◆ **WHAT YOU NEED TO DO**
Give the count of lines in the data that include "Lane", with no other words.

◆ **GIVEN DATA**
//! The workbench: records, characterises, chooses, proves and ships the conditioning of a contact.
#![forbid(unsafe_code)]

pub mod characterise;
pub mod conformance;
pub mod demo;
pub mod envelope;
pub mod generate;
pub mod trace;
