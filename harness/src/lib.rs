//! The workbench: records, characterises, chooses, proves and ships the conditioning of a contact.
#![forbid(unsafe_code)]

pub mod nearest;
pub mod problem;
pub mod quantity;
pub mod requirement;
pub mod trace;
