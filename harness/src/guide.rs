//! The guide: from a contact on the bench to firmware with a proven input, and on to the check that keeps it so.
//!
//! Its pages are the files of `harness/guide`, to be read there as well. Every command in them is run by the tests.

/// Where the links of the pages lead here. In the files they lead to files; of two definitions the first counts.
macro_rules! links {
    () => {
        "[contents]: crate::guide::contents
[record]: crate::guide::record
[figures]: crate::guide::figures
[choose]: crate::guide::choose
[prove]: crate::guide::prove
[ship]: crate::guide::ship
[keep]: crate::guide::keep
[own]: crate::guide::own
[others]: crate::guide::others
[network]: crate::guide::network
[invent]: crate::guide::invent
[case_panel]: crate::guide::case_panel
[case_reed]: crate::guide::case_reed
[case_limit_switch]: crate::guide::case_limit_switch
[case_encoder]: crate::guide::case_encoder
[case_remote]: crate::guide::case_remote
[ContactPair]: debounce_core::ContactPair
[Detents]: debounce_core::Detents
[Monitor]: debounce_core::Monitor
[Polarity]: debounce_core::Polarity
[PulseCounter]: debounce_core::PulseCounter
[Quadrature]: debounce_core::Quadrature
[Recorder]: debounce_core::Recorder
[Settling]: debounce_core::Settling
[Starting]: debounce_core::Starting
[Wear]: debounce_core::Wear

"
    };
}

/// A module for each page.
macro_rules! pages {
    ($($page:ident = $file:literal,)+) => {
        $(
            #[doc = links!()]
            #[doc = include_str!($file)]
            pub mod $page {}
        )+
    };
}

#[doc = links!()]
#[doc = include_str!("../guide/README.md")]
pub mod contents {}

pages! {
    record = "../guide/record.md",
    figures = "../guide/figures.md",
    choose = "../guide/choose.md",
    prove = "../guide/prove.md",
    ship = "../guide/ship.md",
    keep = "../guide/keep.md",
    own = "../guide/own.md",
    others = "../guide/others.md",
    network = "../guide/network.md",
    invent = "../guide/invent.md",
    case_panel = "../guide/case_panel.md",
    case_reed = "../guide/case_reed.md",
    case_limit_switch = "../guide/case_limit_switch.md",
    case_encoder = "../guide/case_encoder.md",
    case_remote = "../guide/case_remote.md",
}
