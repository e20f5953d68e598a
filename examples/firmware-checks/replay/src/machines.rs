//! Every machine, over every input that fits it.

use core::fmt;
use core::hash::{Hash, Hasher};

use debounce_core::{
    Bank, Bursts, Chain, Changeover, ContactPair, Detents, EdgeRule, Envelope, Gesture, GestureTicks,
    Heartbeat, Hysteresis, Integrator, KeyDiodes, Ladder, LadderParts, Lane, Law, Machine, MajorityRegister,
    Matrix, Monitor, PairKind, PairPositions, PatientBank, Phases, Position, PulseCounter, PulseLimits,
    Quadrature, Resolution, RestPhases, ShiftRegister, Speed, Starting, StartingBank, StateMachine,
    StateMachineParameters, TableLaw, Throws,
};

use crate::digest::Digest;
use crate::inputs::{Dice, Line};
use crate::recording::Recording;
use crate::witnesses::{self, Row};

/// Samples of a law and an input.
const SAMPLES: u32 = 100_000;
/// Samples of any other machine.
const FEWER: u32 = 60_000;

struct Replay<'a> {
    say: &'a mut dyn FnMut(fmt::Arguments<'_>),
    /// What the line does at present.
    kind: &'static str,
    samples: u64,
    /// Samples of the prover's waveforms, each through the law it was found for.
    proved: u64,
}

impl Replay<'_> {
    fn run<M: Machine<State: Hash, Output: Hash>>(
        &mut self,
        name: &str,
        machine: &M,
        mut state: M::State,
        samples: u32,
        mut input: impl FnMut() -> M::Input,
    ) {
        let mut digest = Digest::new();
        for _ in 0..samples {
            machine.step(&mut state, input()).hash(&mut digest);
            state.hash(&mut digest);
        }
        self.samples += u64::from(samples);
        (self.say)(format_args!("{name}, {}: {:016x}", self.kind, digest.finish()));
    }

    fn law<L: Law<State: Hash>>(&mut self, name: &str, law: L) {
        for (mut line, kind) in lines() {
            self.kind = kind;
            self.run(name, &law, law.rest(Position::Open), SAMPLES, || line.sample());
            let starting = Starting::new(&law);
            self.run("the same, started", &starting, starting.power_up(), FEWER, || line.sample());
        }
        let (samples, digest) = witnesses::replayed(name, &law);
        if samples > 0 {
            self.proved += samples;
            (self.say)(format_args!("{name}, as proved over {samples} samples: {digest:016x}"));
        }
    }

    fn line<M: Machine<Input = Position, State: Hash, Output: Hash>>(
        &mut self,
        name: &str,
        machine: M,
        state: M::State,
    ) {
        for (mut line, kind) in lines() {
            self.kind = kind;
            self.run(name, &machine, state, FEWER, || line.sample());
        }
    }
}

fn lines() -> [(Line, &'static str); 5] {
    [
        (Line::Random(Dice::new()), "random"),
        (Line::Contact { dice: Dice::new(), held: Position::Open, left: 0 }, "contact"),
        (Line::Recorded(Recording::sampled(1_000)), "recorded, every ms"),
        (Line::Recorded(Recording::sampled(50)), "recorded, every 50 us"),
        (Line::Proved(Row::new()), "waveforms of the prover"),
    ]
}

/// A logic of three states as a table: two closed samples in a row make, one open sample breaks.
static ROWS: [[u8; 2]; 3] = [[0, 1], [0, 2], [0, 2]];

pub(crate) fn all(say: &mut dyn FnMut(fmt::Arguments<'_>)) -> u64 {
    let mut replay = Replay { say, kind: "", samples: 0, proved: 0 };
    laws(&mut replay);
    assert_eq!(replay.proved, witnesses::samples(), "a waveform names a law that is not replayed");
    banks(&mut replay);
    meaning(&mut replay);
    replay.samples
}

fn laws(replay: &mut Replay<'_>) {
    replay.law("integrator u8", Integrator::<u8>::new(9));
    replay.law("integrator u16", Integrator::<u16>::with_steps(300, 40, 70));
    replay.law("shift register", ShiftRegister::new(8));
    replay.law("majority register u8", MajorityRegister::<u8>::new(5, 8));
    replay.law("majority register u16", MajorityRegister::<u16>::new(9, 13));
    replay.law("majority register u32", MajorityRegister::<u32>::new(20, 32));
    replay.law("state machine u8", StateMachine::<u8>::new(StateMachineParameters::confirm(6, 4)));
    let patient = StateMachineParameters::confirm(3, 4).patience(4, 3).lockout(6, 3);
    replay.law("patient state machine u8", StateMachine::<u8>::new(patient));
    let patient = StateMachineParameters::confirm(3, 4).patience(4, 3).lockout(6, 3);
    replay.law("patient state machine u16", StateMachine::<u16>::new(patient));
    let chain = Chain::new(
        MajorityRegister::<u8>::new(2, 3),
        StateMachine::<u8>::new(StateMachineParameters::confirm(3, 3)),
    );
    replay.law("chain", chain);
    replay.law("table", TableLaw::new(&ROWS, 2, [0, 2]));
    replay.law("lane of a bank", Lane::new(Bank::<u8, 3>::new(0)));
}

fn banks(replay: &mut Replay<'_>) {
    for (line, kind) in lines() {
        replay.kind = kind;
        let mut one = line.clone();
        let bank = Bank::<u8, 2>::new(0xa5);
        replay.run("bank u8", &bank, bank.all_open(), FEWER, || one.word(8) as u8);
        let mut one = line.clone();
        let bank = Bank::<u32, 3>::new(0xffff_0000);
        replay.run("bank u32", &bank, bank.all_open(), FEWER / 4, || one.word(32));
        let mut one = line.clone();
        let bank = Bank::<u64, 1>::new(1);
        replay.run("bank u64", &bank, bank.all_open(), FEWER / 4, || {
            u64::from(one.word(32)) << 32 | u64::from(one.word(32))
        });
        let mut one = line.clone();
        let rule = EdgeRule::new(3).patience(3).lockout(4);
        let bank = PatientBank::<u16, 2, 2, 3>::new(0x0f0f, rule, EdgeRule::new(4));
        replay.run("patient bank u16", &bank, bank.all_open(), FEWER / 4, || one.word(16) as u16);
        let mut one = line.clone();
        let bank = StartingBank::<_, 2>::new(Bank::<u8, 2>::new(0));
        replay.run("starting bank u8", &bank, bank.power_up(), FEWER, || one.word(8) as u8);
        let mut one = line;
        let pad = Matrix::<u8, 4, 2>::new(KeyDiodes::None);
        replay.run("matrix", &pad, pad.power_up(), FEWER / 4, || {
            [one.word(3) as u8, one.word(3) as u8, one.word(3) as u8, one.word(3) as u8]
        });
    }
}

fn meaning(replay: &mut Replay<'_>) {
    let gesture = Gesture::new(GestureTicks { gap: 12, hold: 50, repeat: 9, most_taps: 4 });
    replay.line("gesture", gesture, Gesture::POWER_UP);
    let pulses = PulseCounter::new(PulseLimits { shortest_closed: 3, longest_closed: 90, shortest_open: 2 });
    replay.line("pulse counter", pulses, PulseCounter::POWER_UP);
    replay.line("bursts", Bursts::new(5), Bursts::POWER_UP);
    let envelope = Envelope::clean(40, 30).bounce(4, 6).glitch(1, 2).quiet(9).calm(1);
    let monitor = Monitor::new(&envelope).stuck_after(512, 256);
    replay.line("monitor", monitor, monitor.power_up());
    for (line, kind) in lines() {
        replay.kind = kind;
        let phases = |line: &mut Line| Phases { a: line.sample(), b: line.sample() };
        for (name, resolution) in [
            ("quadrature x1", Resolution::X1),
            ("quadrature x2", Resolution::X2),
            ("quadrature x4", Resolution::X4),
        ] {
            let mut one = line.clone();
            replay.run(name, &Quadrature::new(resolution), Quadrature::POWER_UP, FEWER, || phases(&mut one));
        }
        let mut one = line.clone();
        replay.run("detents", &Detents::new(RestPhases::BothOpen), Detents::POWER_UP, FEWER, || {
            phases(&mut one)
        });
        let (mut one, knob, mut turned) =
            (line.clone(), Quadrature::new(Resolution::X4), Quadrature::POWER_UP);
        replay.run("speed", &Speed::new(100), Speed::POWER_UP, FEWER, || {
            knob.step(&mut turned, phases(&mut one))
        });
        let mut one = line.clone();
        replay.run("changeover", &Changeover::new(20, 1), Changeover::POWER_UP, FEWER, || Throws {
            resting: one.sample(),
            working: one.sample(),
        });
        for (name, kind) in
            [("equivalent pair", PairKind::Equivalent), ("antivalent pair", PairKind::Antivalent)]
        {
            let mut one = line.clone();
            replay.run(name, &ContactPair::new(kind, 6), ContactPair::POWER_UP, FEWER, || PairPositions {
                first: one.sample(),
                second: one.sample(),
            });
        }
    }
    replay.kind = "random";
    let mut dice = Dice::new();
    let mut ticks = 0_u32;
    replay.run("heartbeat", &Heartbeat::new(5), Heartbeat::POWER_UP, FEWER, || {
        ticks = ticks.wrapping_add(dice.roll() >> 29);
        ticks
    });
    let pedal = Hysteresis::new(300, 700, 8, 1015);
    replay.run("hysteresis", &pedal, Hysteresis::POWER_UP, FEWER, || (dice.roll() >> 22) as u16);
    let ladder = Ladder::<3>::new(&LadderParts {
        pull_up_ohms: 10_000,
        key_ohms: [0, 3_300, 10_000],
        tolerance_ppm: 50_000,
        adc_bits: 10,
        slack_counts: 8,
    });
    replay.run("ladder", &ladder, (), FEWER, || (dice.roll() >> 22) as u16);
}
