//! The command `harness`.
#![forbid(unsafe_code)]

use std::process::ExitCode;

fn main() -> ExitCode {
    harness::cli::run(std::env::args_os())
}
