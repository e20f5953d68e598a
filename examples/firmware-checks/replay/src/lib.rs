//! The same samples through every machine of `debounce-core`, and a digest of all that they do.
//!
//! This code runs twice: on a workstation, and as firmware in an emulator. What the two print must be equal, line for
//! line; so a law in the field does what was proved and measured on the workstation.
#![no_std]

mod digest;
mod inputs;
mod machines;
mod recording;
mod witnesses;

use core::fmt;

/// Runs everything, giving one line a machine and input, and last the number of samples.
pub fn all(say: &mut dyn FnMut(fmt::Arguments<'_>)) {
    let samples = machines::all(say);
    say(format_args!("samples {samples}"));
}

◆ **RESULT OF THIS EXERCISE**
2